A decision tree is a predictive model that, as its name implies, can be viewed as a tree. The predictions are made on the basis of a series of decision much like the game of 20 questions.For instance, if a loan company wants to create a set of rules to identify potential defaulters, the resulting decision tree may look something like this.
We started the analysis with historical data on 10000 customers, 500 of whom were defaulters, i.e. a default rate of 5%. We asked a series of questions and on the basis of the responses we were able to break the population into smaller groups. In the end we identified 3 smaller groups of population with default rates of 50% or above.
In this data, there are 200 customers whose income is not greater than 1.2 times their loan instalment. 150 of these customers defaulted i.e. 75% of the population. Based on this, it is clear that if a customer’s income is not greater than 1.2 times the instalment amount they have to pay, they are likely to default on the loan. The bank can reject such loan applications in the future to reduce its default rate.
Decision tree algorithms
The most crucial step in creating a decision tree is to identify the right split i.e. the right question to ask at each stage. Most algorithms look at all possible split options and calculate the most effective option using one of the many methods commonly used. The split will result in 2 or more child nodes from the parent node. The same process is repeated at each child node. All possible options are evaluated to identify the best split as per a pre-set criterion.
Although there are many decision tree algorithms, they basically work on 2 principles. One kind works on increasing the purity of the resulting nodes while the other works on ensuring maximum statistically significant difference from the parent node. The 3 most commonly used methods are Gini, Chi-square and Information gain. If the target variable is continuous for example of something happening probability (0 to 1) or income etc we use the reduction in variance test or the F test.
Applying decision trees to Business
Because of their graphical structure, decision trees are easy to understand and explain. Hence, this technique is very popular in business analytics. Because of this clarity they also allow for more complex profit and ROI models to be added easily in on top of the predictive model. .
Because of their high level of automation and the ease of translating decision tree models into SQL for deployment in relational databases the technology has also proven to be easy to integrate with existing IT processes, requiring little pre-processing and cleansing of the data.
Apart from predictive modelling, decision trees are useful in other ways too. During the data exploration stage of a project decision trees are a quickly and effective way of understanding impact of various variables as well identifying the important variables. A real life business ituation could involve thousands of variables and decision trees are a quick and easy way of reducing this to a more manageable number.
Decision trees are also very useful in understanding variable interactions. Sometimes two or more variables could combine to become powerful. For example, the target market for Yamaha motorcycles will be males between a certain age group and income band. Just the income or the gender or age may not be as powerful in segmenting this market.

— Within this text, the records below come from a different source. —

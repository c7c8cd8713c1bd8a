"""Reading and validating a run: the table of readings (CSV) and its metadata (TOML).

The contract is in ``shared/design.md`` and the README: one row per solution measured, units in
the column names, metadata next to the table with the same stem. Every problem is reported as an
:class:`~activolt.errors.InputError` naming the file, the line and the column and saying what to
do. Inputs are never modified.
"""

from __future__ import annotations

import csv
import dataclasses
import difflib
import functools
import gc
import hashlib
import itertools
import math
import re
import tomllib
from collections.abc import Mapping, Sequence
from dataclasses import dataclass, field
from pathlib import Path
from types import MappingProxyType
from typing import Any, NamedTuple

import numpy as np
import pandas as pd

from ..chemistry.cells import DiagramError, cell_from_diagram, cell_summary
from ..chemistry.electrolytes import Electrolyte, nernst_factor, parse_electrolyte
from ..constants import (
    ATMOSPHERE_PA,
    FARADAY_C_MOL,
    GAS_CONSTANT_J_MOL_K,
    INTERNATIONAL_VOLT_V,
    STANDARD_PRESSURE_PA,
    ZERO_CELSIUS_K,
)
from ..errors import InputError
from ..physics.corrections import water_vapour_pressure

#: Columns the reader understands, each with its unit as written in the name.
KNOWN_COLUMNS: tuple[str, ...] = (
    "molality_mol_kg", "emf_V", "emf_mV", "u_emf_V", "u_emf_mV", "u_molality_mol_kg",
    "temperature_C", "temperature_K", "pressure_kPa", "pressure_hPa", "pressure_mmHg",
    "electrode", "series", "note",
)
#: Barometric-pressure columns and the factor of their unit to pascals [Pa per unit]; the
#: conventional millimetre of mercury is 133.322387415 Pa (NIST SP 811, 2008, B.8).
PRESSURE_COLUMNS: dict[str, float] = {"pressure_kPa": 1e3, "pressure_hPa": 1e2,
                                      "pressure_mmHg": 133.322387415}
#: The largest run table read [bytes] and the most data rows taken; a dilution series is a
#: few kilobytes and tens of rows, and nothing larger is read into memory.
MAX_TABLE_BYTES: int = 32 * 1024 * 1024
MAX_ROWS: int = 200_000
#: The largest metadata file read [bytes].
MAX_METADATA_BYTES: int = 1024 * 1024
#: Plausible ranges of the inputs: molality [mol/kg] (below 1e-7 mol/kg the ions of water
#: itself compete), |EMF| [V], electrons per formula unit, u(EMF) [V].
MOLALITY_RANGE_MOL_KG: tuple[float, float] = (1e-7, 30.0)
ELECTRONS_RANGE: tuple[int, int] = (1, 8)
U_EMF_RANGE_V: tuple[float, float] = (1e-9, 0.1)
#: Columns read now but whose values the reduction does not use yet (named in a warning).
NOT_YET_USED_COLUMNS: tuple[str, ...] = ()
#: Metadata keys the reader understands.
KNOWN_METADATA_KEYS: tuple[str, ...] = (
    "electrolyte", "electrons", "temperature_C", "temperature_K", "cell",
    "standard_pressure_kPa", "pressure_kPa", "bubbler_depth_cm", "slope_factor",
    "u_temperature_K", "u_pressure_kPa", "u_stock_molality_relative", "u_electrode_offset_mV",
    "solute_vapour_lowering", "volt_unit",
    "calibration_method", "master_potential_mV", "u_master_potential_mV",
    "acceptance_tolerance_mV", "acceptance_reference", "nominal_potential_mV", "decision_rule",
    "voltmeter_u_mV",
    "lab", "operator", "instrument", "date", "description", "electrode", "notes",
    "customer", "approved_by", "calibration_location", "item_description",
)
_TEXT_METADATA_KEYS = ("lab", "operator", "instrument", "date", "description", "electrode",
                       "notes", "customer", "approved_by", "calibration_location",
                       "item_description")
_LIQUID_WATER_C = (0.0, 100.0)
_LARGEST_MOLALITY_MOL_KG = MOLALITY_RANGE_MOL_KG[1]
_LARGEST_EMF_V = 5.0
_PRESSURE_RANGE_KPA = (50.0, 150.0)
#: Cells read as missing (lower case); every spelling of NaN (nan, -nan, +nan, NaN) is too.
_MISSING = {"", "nan", "-nan", "+nan", "na", "n/a", "#n/a", "-"}
#: A plain decimal number (ASCII digits only: no digit-group underscores, no other scripts).
_PLAIN_NUMBER = re.compile(r"[+-]?([0-9]+\.?[0-9]*|\.[0-9]+)([eE][+-]?[0-9]+)?")
#: Line ends: LF, CRLF and CR only (the csv module's own), never the other Unicode breaks.
_LINE_END = re.compile(r"\r\n|\r|\n")
#: What str.splitlines breaks lines at besides LF, CRLF and CR.
_OTHER_LINE_BREAKS = "\x0b\x0c\x1c\x1d\x1e\x85\u2028\u2029"
#: Separators recognised in the header, with the names used in messages.
_SEPARATORS = {",": "comma", ";": "semicolon", "\t": "tab"}
#: Column names that look like a pressure but are none activolt reads.
_PRESSURE_LIKE = re.compile(r"press|baro|^p_?(bar|atm)", re.IGNORECASE)
#: Volts the EMF column may be written in, with the factor to absolute volts [V per unit].
VOLT_UNITS: dict[str, float] = {"absolute": 1.0, "international": INTERNATIONAL_VOLT_V}
#: Choices of the calibration keys of the metadata (a batch of reference electrodes).
CALIBRATION_METHODS: tuple[str, ...] = ("hydrogen", "master")
ACCEPTANCE_REFERENCES: tuple[str, ...] = ("median", "nominal", "catalogue")
DECISION_RULES: tuple[str, ...] = ("simple", "guard-banded")
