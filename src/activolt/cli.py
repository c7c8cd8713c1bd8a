"""The ``activolt`` command line: a thin layer over the library.

Exit status: 0 success, 2 bad input (one line on stderr naming file, line and column), 1 a fit
that could not be done (with the reason).
"""

from __future__ import annotations

import argparse
import sys
from collections.abc import Sequence
from importlib.resources import files
from pathlib import Path
from typing import TYPE_CHECKING, NoReturn

from . import __version__
from .errors import FitError, InputError

if TYPE_CHECKING:
    from .reduce import Reduction

DEMO_RUN = "kestrel_hcl_25C.csv"


class _Parser(argparse.ArgumentParser):
    """argparse, but a usage mistake is one line and exit status 2."""

    def error(self, message: str) -> NoReturn:
        raise InputError(f"{message} (see 'activolt {self.prog.split()[-1]} --help')"
                         if " " in self.prog else f"{message} (see 'activolt --help')")


def _fixed_value(text: str) -> tuple[str, float]:
    name, sep, value = text.partition("=")
    try:
        if not sep:
            raise ValueError
        return name.strip(), float(value)
    except ValueError:
        raise argparse.ArgumentTypeError(
            f"'{text}' is not NAME=VALUE, e.g. a_angstrom=4.3") from None


def _slope_value(text: str) -> str | float:
    if text == "fit":
        return text
    try:
        return float(text)
    except ValueError:
        raise argparse.ArgumentTypeError(f"'{text}' is neither 'fit' nor a number") from None


def _parser() -> argparse.ArgumentParser:
    parser = _Parser(prog="activolt", description="Standard potentials and mean ionic activity "
                     "coefficients from EMF dilution series of cells without liquid junction.")
    parser.add_argument("--version", action="version", version=f"activolt {__version__}")
    commands = parser.add_subparsers(dest="command", required=True, parser_class=_Parser)

    reduce = commands.add_parser("reduce", help="reduce a run to E° and γ±")
    reduce.add_argument("run", type=Path, help="run table (CSV)")
    reduce.add_argument("--meta", type=Path, help="run metadata (TOML); default RUN.toml")
    reduce.add_argument("--model", default="hueckel",
                        help="activity-coefficient model: limiting, hueckel, davies, sit, pitzer; "
                             "'all' (or a comma-separated list) to fit several, compare them and "
                             "report the recommended one; default hueckel")
    reduce.add_argument("--fix", action="append", type=_fixed_value, default=[],
                        metavar="NAME=VALUE", help="hold a model parameter, e.g. a_angstrom=4.3")
    reduce.add_argument("--out", type=Path,
                        help="folder for the outputs; default RUN_activolt next to the run")
    reduce.add_argument("--json", type=Path, help="write the JSON record here instead")
    reduce.add_argument("--series", help="which series to reduce when the table holds several")
    reduce.add_argument("--electrolyte", help="electrolyte formula (overrides the metadata)")
    reduce.add_argument("--electrons", type=int, help="n (overrides the metadata)")
    reduce.add_argument("--temperature-C", type=float, dest="temperature_C",
                        help="temperature in °C for rows without one (overrides the metadata)")
    reduce.add_argument("--standard-pressure-kPa", type=float, dest="standard_pressure_kPa",
                        help="pressure basis of E°: 100 or 101.325")
    reduce.add_argument("--volt-unit", dest="volt_unit", metavar="{absolute,international}",
                        help="the volt of the EMF columns: absolute (default) or international "
                             "(data before 1948; converted × 1.000330 on reading)")
    reduce.add_argument("--cell", help="cell diagram, e.g. \"Pt | H2(g) | HCl(aq) | AgCl(s) | "
                        "Ag(s)\" (overrides the metadata)")
    reduce.add_argument("--slope-factor", type=_slope_value, dest="slope_factor",
                        help="'fit' to fit the slope factor s of the cell response (ion-selective "
                             "electrode pairs), or a fixed value; default 1 (Nernstian)")
    reduce.add_argument("--exclude", action="append", default=[], metavar="line=N:REASON",
                        help="leave a reading out of the fit, by file line or by molality "
                             "(m=0.005:REASON); the reason is kept in the record")
    reduce.add_argument("--monte-carlo", type=int, dest="monte_carlo", metavar="TRIALS",
                        help="also propagate by Monte Carlo (GUM Supplement 1) with this many "
                             "trials")
    reduce.add_argument("--seed", type=int, default=0, help="seed of the Monte Carlo; default 0")
    reduce.add_argument("--no-figures", action="store_true", help="skip the figures")

    cell = commands.add_parser("cell", help="a cell's reaction, n, E°, ΔG° and K from its "
                               "diagram")
    cell.add_argument("diagram", help="IUPAC cell diagram in quotes")
    cell.add_argument("--temperature-C", type=float, dest="temperature_C", default=25.0,
                      help="temperature in °C; default 25")
    cell.add_argument("--json", type=Path, help="also write the summary as JSON here")

    demo = commands.add_parser("demo", help="reduce the bundled sample run")
    demo.add_argument("--out", type=Path, default=Path("demo_output"),
                      help="folder for the outputs; default ./demo_output")
    return parser


def _reduce(run_path: Path, meta: Path | None, model: str, fixed: dict[str, float],
            out: Path | None, json_path: Path | None, series: str | None,
            overrides: dict[str, object], figures: bool, exclude: tuple[str, ...] = (),
            trials: int | None = None, seed: int = 0) -> list[Path]:
    from .records import points_csv, record_json
    from .reduce import reduce_run
    from .runs import Exclusion, exclude_points, read_run

    run = read_run(run_path, meta, overrides=overrides, series=series)
    exclusions = [Exclusion.parse(text) for text in exclude]
    if trials is not None and not 10 <= trials <= 1_000_000:
        raise InputError(f"--monte-carlo takes 10 to 1000000 trials, got {trials}",
                         file="command line", column="--monte-carlo")
    if seed < 0:
        raise InputError(f"--seed takes a whole number ≥ 0, got {seed}", file="command line",
                         column="--seed")
    comparison = None
    if model == "all" or "," in model:
        from .model_choice import compare_models
        from .models import MODELS
        from .report.model_table import format_model_comparison

        names = list(MODELS) if model == "all" else [m.strip() for m in model.split(",")]
        if exclusions:
            run = exclude_points(run, exclusions)
        comparison = compare_models(run, names, _fixed_per_model(names, fixed))
        reduction = comparison.recommended_reduction
        if reduction is None:
            raise FitError(comparison.warnings[-1])
        report = reduction.report() + "\n" + format_model_comparison(comparison)
    else:
        reduction = _with_model_choice_reminder(
            reduce_run(run, model=model, fixed=fixed, exclude=exclusions))
        report = reduction.report()
    monte = None
    if trials is not None:
        from .montecarlo import monte_carlo
        from .report.text import format_monte_carlo

        monte = monte_carlo(reduction.run, trials=trials, seed=seed, reduction=reduction,
                            temperature_u_K=run.metadata.u_temperature_K)
        report += "\n" + format_monte_carlo(monte, reduction)
    stem = run_path.stem
    out = out if out is not None else run_path.parent / f"{stem}_activolt"
    outputs: dict[Path, bytes | str] = {
        (json_path or out / f"{stem}.record.json"): record_json(
            reduction, comparison=comparison, monte_carlo=monte),
        out / f"{stem}.points.csv": points_csv(reduction),
        out / f"{stem}.report.txt": report,
    }
    if figures:
        from .report.figures import render_figures

        for name, png in render_figures(reduction).items():
            outputs[out / f"{stem}.{name}.png"] = png
    written = _write_all(outputs)
    sys.stdout.write(report)
    return written


#: Ionic strength beyond which the published models' extrapolations part noticeably [mol/kg].
MODEL_CHOICE_REMINDER_IONIC_STRENGTH = 0.1


def _with_model_choice_reminder(reduction: Reduction) -> Reduction:
    """A single-model reduction over a wide range says that u(E°) leaves out the choice of model
    (simulated runs to 1 mol/kg: Hückel intervals held a Pitzer truth only 70 % of the time)."""
    import dataclasses

    usable = reduction.points["flag"].isna()
    ionic = reduction.electrolyte.ionic_strength(reduction.points.loc[usable, "molality_mol_kg"])
    if float(ionic.max()) <= MODEL_CHOICE_REMINDER_IONIC_STRENGTH:
        return reduction
    reminder = ("u(E°) covers this model only; above I = 0.1 mol/kg the choice of model can move "
                "E° by more — run with --model all to include the model-choice component")
    return dataclasses.replace(reduction, warnings=(*reduction.warnings, reminder))


def _fixed_per_model(names: list[str], fixed: dict[str, float]) -> dict[str, dict[str, float]]:
    """--fix values for each compared model that has the parameter; one no model has is an
    error."""
    from .models import get_model

    per_model: dict[str, dict[str, float]] = {}
    for parameter, value in fixed.items():
        owners = [n for n in names if parameter in get_model(n).parameter_names]
        if not owners:
            raise InputError(f"no compared model has a parameter '{parameter}'",
                             file="command line", column="--fix")
        for name in owners:
            per_model.setdefault(name, {})[parameter] = value
    return per_model


def _write_all(outputs: dict[Path, bytes | str]) -> list[Path]:
    """Create the folders and write every output atomically; an OSError becomes bad input."""
    from .files import write_atomically

    for folder in {p.parent for p in outputs}:
        try:
            folder.mkdir(parents=True, exist_ok=True)
        except OSError as error:
            raise InputError(f"cannot create the output folder ({error.strerror}); choose "
                             "another with --out", file=str(folder)) from None
    written = []
    for path, content in outputs.items():
        try:
            written.append(write_atomically(path, content))
        except OSError as error:
            raise InputError(f"cannot write this file ({error.strerror}); choose another place",
                             file=str(path)) from None
    return written


def _cell(diagram: str, temperature_C: float, json_path: Path | None) -> list[Path]:
    import json

    from .cells import DiagramError, cell_summary, format_cell_summary
    from .constants import ZERO_CELSIUS_K

    if not 0.0 <= temperature_C <= 100.0:
        raise InputError(f"temperature {temperature_C:g} °C is outside liquid water (0–100 °C)",
                         file="command line", column="--temperature-C")
    try:
        summary = cell_summary(diagram, temperature_C + ZERO_CELSIUS_K)
    except DiagramError as error:
        start = max(0, error.position - 12)
        raise InputError(f"{error.message} (at character {error.position + 1}: "
                         f"'{diagram[start:error.position]}▶{diagram[error.position:][:12]}')",
                         file="command line, the cell diagram") from None
    text = format_cell_summary(summary)
    written = []
    if json_path is not None:
        written = _write_all({json_path: json.dumps(summary, ensure_ascii=False, indent=2)
                              + "\n"})
    sys.stdout.write(text if text.endswith("\n") else text + "\n")
    return written


def _one_line(error: InputError) -> str:
    """The error as one line; a command-line option is named as an option, not a column."""
    if error.column is not None and error.column.startswith("--"):
        where = "command line" if error.file in (None, "command line") else error.file
        error = InputError(error.problem, file=f"{where}, option '{error.column}'",
                           line=error.line)
    return " ".join(part.strip() for part in str(error).splitlines())


def main(argv: Sequence[str] | None = None) -> int:
    """Run the command line; returns the exit status."""
    try:
        args = _parser().parse_args(argv)
        if args.command == "demo":
            run_path = Path(str(files("activolt") / "sample_data" / DEMO_RUN))
            written = _reduce(run_path, None, "hueckel", {}, args.out, None, None, {}, True)
        elif args.command == "cell":
            written = _cell(args.diagram, args.temperature_C, args.json)
        else:
            overrides = {k: getattr(args, k) for k in
                         ("electrolyte", "electrons", "temperature_C", "standard_pressure_kPa",
                          "cell", "slope_factor", "volt_unit")}
            written = _reduce(args.run, args.meta, args.model, dict(args.fix), args.out,
                              args.json, args.series, overrides, not args.no_figures,
                              tuple(args.exclude), args.monte_carlo, args.seed)
    except SystemExit as stop:  # --help and --version
        return int(stop.code or 0)
    except BrokenPipeError:  # output piped into a command that stopped reading
        return 0
    except InputError as error:
        print(f"activolt: error: {_one_line(error)}", file=sys.stderr)
        return 2
    except FitError as error:
        print(f"activolt: the fit could not be done: {error}", file=sys.stderr)
        return 1
    if written:
        print("\nwritten:\n" + "\n".join(f"  {p}" for p in written))
    return 0


if __name__ == "__main__":  # pragma: no cover
    sys.exit(main())
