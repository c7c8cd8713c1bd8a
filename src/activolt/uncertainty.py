"""Propagation of the fit's covariance to E°, γ± and what follows, keeping every correlation.

The reduction gives E° as a linear function of the readings near the optimum,
E° ≈ E°̂ + Σ_j s_j (E_j − Ê_j), with s the first row of the sensitivity matrix
S = (JᵀWJ)⁻¹JᵀW. γ± at point i comes from the same readings:

.. math:: \\ln γ_{±,i} = \\frac{E° − E_i}{k_i} − \\ln m_{±,i}

so ln γ± = D (s 1ᵀ − I)ᵀ E + const, and its covariance is D A V Aᵀ D with A = 1 sᵀ − I,
D = diag(1/k), V the covariance of the readings (GUM, JCGM 100:2008, §5.2: correlated input
quantities). Treating E° and E_i as independent — a common shortcut — double-counts the reading
E_i, which enters E° as well; :func:`ln_gamma_covariance` can do that for comparison.
"""

from __future__ import annotations

import numpy as np
import numpy.typing as npt


def sensitivity_matrix(jacobian: np.ndarray, weights: np.ndarray) -> np.ndarray:
    """S = (JᵀWJ)⁻¹JᵀW: how each fitted parameter moves with each reading.

    Parameters
    ----------
    jacobian : numpy.ndarray
        ∂E_model,i/∂p_k at the optimum, shape (N, P) [V per parameter unit].
    weights : numpy.ndarray
        w_i = 1/u_i² (or 1 for unit weights), shape (N,) [V⁻²].

    Returns
    -------
    numpy.ndarray
        S, shape (P, N) [parameter unit per V].

    Examples
    --------
    A straight line through three points: the intercept's sensitivities sum to 1.

    >>> j = np.array([[1.0, 0.0], [1.0, 1.0], [1.0, 2.0]])
    >>> [round(float(v), 4) for v in sensitivity_matrix(j, np.ones(3))[0]]
    [0.8333, 0.3333, -0.1667]
    """
    weighted = jacobian * weights[:, None]
    normal = jacobian.T @ weighted
    return np.linalg.solve(normal, weighted.T)


def ln_gamma_covariance(
    e0_sensitivity: npt.ArrayLike,
    reading_variance_V2: npt.ArrayLike,
    nernst_factor_V: npt.ArrayLike,
    relative_molality_variance: npt.ArrayLike,
    keep_correlation: bool = True,
    e0_type_b_variance_V2: float = 0.0,
) -> np.ndarray:
    """Covariance matrix of ln γ± at the measured points.

    Parameters
    ----------
    e0_sensitivity : array_like
        s_j = ∂E°/∂E_j, shape (N,) [-].
    reading_variance_V2 : array_like
        Variance of each reading u²(E_j) (stated, or the fit's residual variance) [V²].
    nernst_factor_V : array_like
        k_i = νRT/(nF) at each point [V].
    relative_molality_variance : array_like
        (u(m_i)/m_i)² [-].
    keep_correlation : bool
        True (the correct propagation) keeps that E° is made of the same readings; False treats
        E° and E_i as independent, u²(E°) + u²(E_i), for comparison only.
    e0_type_b_variance_V2 : float
        Variance of E° from parameters held at conventional values (Type B) [V²]; it moves every
        γ± together.

    Returns
    -------
    numpy.ndarray
        Covariance of ln γ±, shape (N, N) [-].
    """
    s = np.asarray(e0_sensitivity, dtype=float)
    v = np.asarray(reading_variance_V2, dtype=float)
    d = 1.0 / np.asarray(nernst_factor_V, dtype=float)
    n = s.size
    if keep_correlation:
        a = np.outer(np.ones(n), s) - np.eye(n)
        cov = (a * v) @ a.T
    else:
        var_e0 = float(np.sum(s**2 * v))
        cov = np.full((n, n), var_e0) + np.diag(v)
    cov = cov + e0_type_b_variance_V2
    return d[:, None] * cov * d[None, :] + np.diag(np.asarray(relative_molality_variance, float))


def student_t_factor(dof: int, coverage: float = 0.95) -> float:
    """Coverage factor k for a two-sided interval from a Student t distribution.

    Used when the covariance was scaled by the reduced χ² (GUM, JCGM 100:2008, Annex G); with
    stated reading uncertainties the normal factor applies (``dof`` = 0 means infinite).

    Examples
    --------
    >>> round(student_t_factor(0), 2), round(student_t_factor(10), 3)
    (1.96, 2.228)
    """
    from scipy import stats

    if dof <= 0:
        return float(stats.norm.ppf(0.5 + coverage / 2.0))
    return float(stats.t.ppf(0.5 + coverage / 2.0, dof))
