"""The ``activolt`` command line: a thin layer over the library.

Exit status: 0 success, 2 bad input (one line on stderr naming file, line and column), 1 a fit
that could not be done (with the reason).
"""

from __future__ import annotations

import argparse
import sys
from collections.abc import Sequence
from importlib.resources import files
from pathlib import Path
from typing import NoReturn

from . import __version__
from .errors import FitError, InputError

DEMO_RUN = "kestrel_hcl_25C.csv"


class _Parser(argparse.ArgumentParser):
    """argparse, but a usage mistake is one line and exit status 2."""

    def error(self, message: str) -> NoReturn:
        raise InputError(f"{message} (see 'activolt {self.prog.split()[-1]} --help')"
                         if " " in self.prog else f"{message} (see 'activolt --help')")


def _fixed_value(text: str) -> tuple[str, float]:
    name, sep, value = text.partition("=")
    try:
        if not sep:
            raise ValueError
        return name.strip(), float(value)
    except ValueError:
        raise argparse.ArgumentTypeError(
            f"'{text}' is not NAME=VALUE, e.g. a_angstrom=4.3") from None


def _parser() -> argparse.ArgumentParser:
    parser = _Parser(prog="activolt", description="Standard potentials and mean ionic activity "
                     "coefficients from EMF dilution series of cells without liquid junction.")
    parser.add_argument("--version", action="version", version=f"activolt {__version__}")
    commands = parser.add_subparsers(dest="command", required=True, parser_class=_Parser)

    reduce = commands.add_parser("reduce", help="reduce a run to E° and γ±")
    reduce.add_argument("run", type=Path, help="run table (CSV)")
    reduce.add_argument("--meta", type=Path, help="run metadata (TOML); default RUN.toml")
    reduce.add_argument("--model", default="hueckel",
                        help="activity-coefficient model (limiting, hueckel); default hueckel")
    reduce.add_argument("--fix", action="append", type=_fixed_value, default=[],
                        metavar="NAME=VALUE", help="hold a model parameter, e.g. a_angstrom=4.3")
    reduce.add_argument("--out", type=Path,
                        help="folder for the outputs; default RUN_activolt next to the run")
    reduce.add_argument("--json", type=Path, help="write the JSON record here instead")
    reduce.add_argument("--series", help="which series to reduce when the table holds several")
    reduce.add_argument("--electrolyte", help="electrolyte formula (overrides the metadata)")
    reduce.add_argument("--electrons", type=int, help="n (overrides the metadata)")
    reduce.add_argument("--temperature-C", type=float, dest="temperature_C",
                        help="temperature in °C for rows without one (overrides the metadata)")
    reduce.add_argument("--standard-pressure-kPa", type=float, dest="standard_pressure_kPa",
                        help="pressure basis of E°: 100 or 101.325")
    reduce.add_argument("--no-figures", action="store_true", help="skip the figures")

    demo = commands.add_parser("demo", help="reduce the bundled sample run")
    demo.add_argument("--out", type=Path, default=Path("demo_output"),
                      help="folder for the outputs; default ./demo_output")
    return parser


def _reduce(run_path: Path, meta: Path | None, model: str, fixed: dict[str, float],
            out: Path | None, json_path: Path | None, series: str | None,
            overrides: dict[str, object], figures: bool) -> list[Path]:
    from .files import write_atomically
    from .records import points_csv, record_json
    from .reduce import reduce_run
    from .runs import read_run

    run = read_run(run_path, meta, overrides=overrides, series=series)
    reduction = reduce_run(run, model=model, fixed=fixed)
    stem = run_path.stem
    out = out if out is not None else run_path.parent / f"{stem}_activolt"
    report = reduction.report()
    outputs: dict[Path, bytes | str] = {
        (json_path or out / f"{stem}.record.json"): record_json(reduction),
        out / f"{stem}.points.csv": points_csv(reduction),
        out / f"{stem}.report.txt": report,
    }
    if figures:
        from .report.figures import render_figures

        for name, png in render_figures(reduction).items():
            outputs[out / f"{stem}.{name}.png"] = png
    for folder in {p.parent for p in outputs}:
        try:
            folder.mkdir(parents=True, exist_ok=True)
        except OSError as error:
            raise InputError(f"cannot create the output folder ({error.strerror}); choose "
                             "another with --out", file=str(folder)) from None
    written = [write_atomically(path, content) for path, content in outputs.items()]
    sys.stdout.write(report)
    return written


def _one_line(error: InputError) -> str:
    """The error as one line; a command-line option is named as an option, not a column."""
    if error.column is not None and error.column.startswith("--"):
        where = "command line" if error.file in (None, "command line") else error.file
        error = InputError(error.problem, file=f"{where}, option '{error.column}'",
                           line=error.line)
    return " ".join(part.strip() for part in str(error).splitlines())


def main(argv: Sequence[str] | None = None) -> int:
    """Run the command line; returns the exit status."""
    try:
        args = _parser().parse_args(argv)
        if args.command == "demo":
            run_path = Path(str(files("activolt") / "sample_data" / DEMO_RUN))
            written = _reduce(run_path, None, "hueckel", {}, args.out, None, None, {}, True)
        else:
            overrides = {k: getattr(args, k) for k in
                         ("electrolyte", "electrons", "temperature_C", "standard_pressure_kPa")}
            written = _reduce(args.run, args.meta, args.model, dict(args.fix), args.out,
                              args.json, args.series, overrides, not args.no_figures)
    except InputError as error:
        print(f"activolt: error: {_one_line(error)}", file=sys.stderr)
        return 2
    except FitError as error:
        print(f"activolt: the fit could not be done: {error}", file=sys.stderr)
        return 1
    print("\nwritten:\n" + "\n".join(f"  {p}" for p in written))
    return 0


if __name__ == "__main__":  # pragma: no cover
    sys.exit(main())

Trees can be used to impute missing values. Sometimes trees can help interpret model results that could otherwise be difficult to understand. For example a neural net may generate output that can’t be interpreted easily. Applying decision trees using the prediction of neural net as the target variable can generate rules that provide broad understanding of the neural net model.
Features of a good decision tree
A good decision tree follows Occam’s razor. It delivers a high level of accuracy using as few variables as possible. A good tree is easy to visualize and interpret. Finally, like all models, it should make intuitive sense.
When to use decision trees
Decision trees are the technique of choice when the problem is binary (0/1, yes/no). It is not the first choice for estimating continuous values. It is widely used in business especially in situations where the interpretation of results is more important than the accuracy. Use decision trees when time is of essence.Finally, whenever available, use decision trees for initial data exploration in any project.